Still hoping for some help with the other questions in my previous note.
Thanks!
--
========================================================================
Ian Pilcher arequipeno@xxxxxxxxx
"If you're going to shift my paradigm ... at least buy me dinner first."

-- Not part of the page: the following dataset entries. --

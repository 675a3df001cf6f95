"""The data echo: a row for every value of the file and every default, each once."""

from __future__ import annotations

import tomllib
from collections.abc import Iterator
from typing import Any

from intake_samples import LOADS, SHORT, SI, SPRUNG, US, changed

from calcpack.intake import read
from calcpack.model.fields import FIELDS, pattern_of
from calcpack.model.request import Entry


def leaves(value: Any, path: str = "") -> Iterator[str]:
    if isinstance(value, dict):
        for key, item in value.items():
            yield from leaves(item, f"{path}.{key}" if path else key)
    elif isinstance(value, list):
        for index, item in enumerate(value):
            yield from leaves(item, f"{path}[{index}]")
    else:
        yield path


def rows(text: str) -> dict[str, Entry]:
    return {entry.path: entry for entry in read(text.encode()).echo}


def test_every_value_typed_has_one_row() -> None:
    for text in (US, SI, SHORT, SPRUNG, LOADS):
        echo = read(text.encode()).echo
        entered = [entry.path for entry in echo if entry.entered]
        typed = {path for path in leaves(tomllib.loads(text)) if not path.startswith("effects")}
        effects = len(tomllib.loads(text).get("effects", []))
        assert len(entered) == len(set(entered)) == len(typed) + effects
        assert set(entered) == typed | {f"effects[{index}]" for index in range(effects)}


def test_rows_follow_the_field_table() -> None:
    order = list(FIELDS)
    for text in (US, SI, SPRUNG, LOADS):
        heads = [entry.path.partition(".")[0].partition("[")[0] for entry in rows(text).values()]
        places = [order.index(head) for head in heads]
        assert places == sorted(places)
        assert len(set(heads)) > 5


def test_values_are_shown_as_typed_with_what_a_quantity_comes_to() -> None:
    echo = rows(US)
    assert echo["beam.length"] == Entry("beam.length", "Length", "100.0", "ft", True)
    assert echo["beam.sections[0].at"].said == "12 ft 6 in = 12.5"
    assert echo["moving[0].axles[1].weight"].said == "38 kip = 38"
    assert echo["moving[0].uniform"].unit == "kip/ft"
    assert echo["beam.releases[1].at"].said == "6_2.0"
    assert echo["assumptions[0].open"].said == "false"
    assert echo["cover.prepared.on"].said == "2026-04-07"
    assert echo["cover.checked.by"].said == ""
    metres = changed(US, ('"12 ft 6 in"', '"3 m"'))
    assert rows(metres)["beam.sections[0].at"].said == "3 m = 1250/127 ≈ 9.8425"


def test_an_effect_is_one_row() -> None:
    assert [entry.said for path, entry in rows(US).items() if path.startswith("effects")] == [
        "moment, shear at mid, B, 20 ft, 10 m = 12500/381 ≈ 32.8084 ft; every equation",
        "reaction at supports",
    ]
    left = changed(US, ('at = "supports"', 'at = "C"\nside = "left"'))
    assert rows(left)["effects[1]"].said == "reaction at C, left face"


def test_defaults_are_told_from_what_was_entered() -> None:
    defaults = {path: entry.said for path, entry in rows(SI).items() if not entry.entered}
    assert defaults == {
        "package.status": "For review",
        "package.detail": "every equation",
        "beam.overhang_right": "0",
        "effects": "every reaction and moment reaction; moment and shear at each section",
        "moving[0].heading": "both",
        "moving[0].relieving": "count",
        "moving[0].allowance": "0",
        "moving[0].distribution": "1",
        "moving[1].uniform": "0",
        "moving[1].heading": "both",
        "moving[1].relieving": "count",
        "moving[1].allowance": "0",
        "moving[1].distribution": "1",
    }
    assert not [entry for entry in read(US.encode()).echo if not entry.entered]


def test_of_a_spring_what_it_does_not_hold_is_a_default() -> None:
    echo = rows(SPRUNG)
    assert echo["beam.supports[1].vertical"].said == "900.5"
    assert echo["beam.supports[1].rotational"] == Entry(
        "beam.supports[1].rotational", "Rotational spring", "0", "kip·ft/rad", False
    )
    assert "beam.supports[0].vertical" not in echo
    assert echo["beam.supports[2].vertical"].said == "50 kip/in = 600"


def test_stiffness_and_settlements_have_their_units() -> None:
    echo = rows(SPRUNG)
    for path, said, unit in (
        ("beam.stiffness[0].EI", "2.5e6", "kip·ft²"),
        ("beam.stiffness[1].E", "29000", "ksi"),
        ("beam.stiffness[1].I", "13500 in4 = 13500", "in⁴"),
        ("beam.redundants[1]", "moment C left", ""),
        ("permanent[0].settlements[0].at", "B", ""),
        ("permanent[0].settlements[0].down", "0.5", "in"),
        ("permanent[0].settlements[1].turn", "-2 mrad = -0.002", "rad"),
        ("permanent[1].settlements[0].at", "80", "ft"),
    ):
        assert (echo[path].said, echo[path].unit) == (said, unit)


def test_loads_of_every_form_have_their_labels_and_units() -> None:
    echo = rows(LOADS)
    for path, label, said, unit in (
        ("trains[0].name", "Train", "Tug", ""),
        ("trains[0].axles[1].weight", "Axle weight", "40 kip = 40", "kip"),
        ("trains[0].axles[1].spacing[0]", "Axle spacing", "12.5", "ft"),
        ("trains[0].axles[1].spacing[1]", "Axle spacing", "20 ft = 20", "ft"),
        ("trains[1].axles[1].spacing", "Axle spacing", "4", "ft"),
        ("moving[0].axles[1].spacing.list[2]", "Axle spacing, one of", "16 ft = 16", "ft"),
        ("moving[0].axles[2].spacing.least", "Axle spacing, at least", "15", "ft"),
        ("moving[0].allowance[0].of", "Part with allowance", "axles", ""),
        ("moving[0].allowance[0].value", "Dynamic allowance", "0.33", ""),
        ("moving[0].allowance[0].source", "Source of the allowance", "Permit policy, 4.2", ""),
        ("moving[0].distribution[0].kind[1]", "Kind of effect", "shear", ""),
        ("moving[0].distribution[0].from", "Start of the stretch", "A", ""),
        ("moving[0].distribution[0].to", "End of the stretch", "70", "ft"),
        ("moving[0].distribution[1].kind", "Kind of effect", "moment", ""),
        ("moving[0].distribution[2].value", "Distribution", "0.8", ""),
        ("moving[1].trains[1]", "Train", "Trailer", ""),
        ("moving[1].spacing.list[1]", "Spacing of trains, one of", "40 ft = 40", "ft"),
        ("moving[1].trailing[0].behind", "Distance behind the last axle", "10", "ft"),
        ("moving[1].trailing[0].load", "Trailing load", "0.64", "kip/ft"),
        ("moving[1].trailing[1].ahead", "Distance ahead of the lead axle", "5 ft = 5", "ft"),
        ("moving[1].trailing[1].weight", "Whole trailing load", "20", "kip"),
        ("moving[1].trailing[1].length", "Length of the trailing load", "8", "ft"),
        ("moving[2].scale", "Scale of the model", "1.1", ""),
        ("moving[2].hogging[0].from", "Start of hogging", "35", "ft"),
        ("moving[2].hogging[0].to", "End of hogging", "C", ""),
        ("moving[3].length", "Length for the model's rules", "50 ft = 50", "ft"),
    ):
        assert echo[path] == Entry(path, label, said, unit, True)


def test_of_a_published_model_nothing_is_a_default_that_the_model_states() -> None:
    defaults = {path: entry.said for path, entry in rows(LOADS).items() if not entry.entered}
    assert {path: said for path, said in defaults.items() if path.startswith("moving")} == {
        "moving[1].uniform": "0",
        "moving[1].trailing[0].extent": "unbroken",
        "moving[1].heading": "both",
        "moving[1].relieving": "count",
        "moving[1].allowance": "0",
        "moving[1].distribution": "1",
        "moving[2].distribution": "1",
        "moving[3].distribution": "1",
        "moving[4].distribution": "1",
    }
    assert "moving[2].allowance" not in read(LOADS.encode()).inputs


def test_labels_and_units_are_those_of_the_fields() -> None:
    for path, entry in rows(US).items():
        if not path.startswith("effects"):
            assert entry.label == FIELDS[pattern_of(path).removesuffix("[]")].label
    units = {entry.unit for entry in rows(US).values()}
    assert units == {"", "ft", "kip", "kip/ft"}
    assert {entry.unit for entry in rows(SI).values()} == {"", "m", "kN", "kN/m"}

========================================================================
/*
* nf_conntrack_ssdp.c - netfilter connection tracking helper for UPnP SSDP
*
* Copyright 2012 Ian Pilcher <arequipeno@xxxxxxxxx>
*
* This program is free software. You can redistribute it or modify it
* under the terms of version 2 of the GNU General Public License, as
* published by the Free Software Foundation.
*/
#include <linux/kernel.h>
#include <linux/module.h>
#include <linux/udp.h>
#include <linux/inetdevice.h>
#include <net/netfilter/nf_conntrack_helper.h>
#include <net/netfilter/nf_conntrack_expect.h>
#define SSDP_MCAST_ADDR 0xeffffffa /* 239.255.255.250 - host byte order */
#define SSDP_UDP_PORT 1900
#define SSDP_M_SEARCH "M-SEARCH"
#define SSDP_M_SEARCH_SIZE (sizeof SSDP_M_SEARCH - 1)
MODULE_LICENSE("GPL v2");
MODULE_AUTHOR("Ian Pilcher <arequipeno@xxxxxxxxx>");
MODULE_DESCRIPTION("SSDP connection tracking helper");
MODULE_ALIAS("ip_conntrack_ssdp");
MODULE_ALIAS_NFCT_HELPER("ssdp");
static __be32 ssdp_src_netmask(const struct sk_buff *skb,
const struct nf_conntrack_tuple *orig)
{
struct in_device *dev;
const struct in_ifaddr *addr;
__be32 ret = 0; /* indicates failure (0.0.0.0 is not a valid netmask) */
if ((dev = in_dev_get(skb->dev)) == NULL) {
pr_warn("Device %s has no IPv4 addresses assigned\n", skb->dev->name);
return ret; /* 0 */
}
for (addr = dev->ifa_list; addr != NULL; addr = addr->ifa_next) {
if (addr->ifa_local == orig->src.u3.ip) {
pr_debug("ssdp_netmask: found netmask %pI4 for address %pI4 on device %s\n",
&addr->ifa_mask, &orig->src.u3.ip, addr->ifa_label);
ret = addr->ifa_mask;
break;
}
}
if (ret == 0) {
pr_warn("M-SEARCH source address %pI4 not assigned to device %s\n",
&orig->src.u3.ip, skb->dev->name);
}
in_dev_put(dev);
return ret;
}
static int ssdp_help(struct sk_buff *skb,
unsigned int protoff,
struct nf_conn *ct,
enum ip_conntrack_info ctinfo)
{
struct nf_conntrack_expect *expect;
struct nf_conntrack_tuple *tuple;
char udpdata_buffer[SSDP_M_SEARCH_SIZE];
char *udpdata;
__be32 netmask;
tuple = &ct->tuplehash[IP_CT_DIR_ORIGINAL].tuple;
pr_debug("ssdp_help: %pI4:%hu --> %pI4:%hu\n",
&tuple->src.u3.ip, be16_to_cpu(tuple->src.u.udp.port),
&tuple->dst.u3.ip, be16_to_cpu(tuple->dst.u.udp.port));
if (tuple->dst.u3.ip != cpu_to_be32(SSDP_MCAST_ADDR)) {
pr_debug("ssdp_help: destination address != 239.255.255.250; ignoring\n");
return NF_ACCEPT;
}
udpdata = skb_header_pointer(skb, protoff + sizeof(struct udphdr),
sizeof udpdata_buffer, &udpdata_buffer);
if (udpdata == NULL) {
pr_debug("ssdp_help: UDP payload too small for M-SEARCH; ignoring\n");
return NF_ACCEPT;
}
if (memcmp(udpdata, SSDP_M_SEARCH, SSDP_M_SEARCH_SIZE) != 0) {
pr_debug("ssdp_help: UDP payload does not begin with 'M-SEARCH'; ignoring\n");
return NF_ACCEPT;
}
if ((netmask = ssdp_src_netmask(skb, tuple)) == 0)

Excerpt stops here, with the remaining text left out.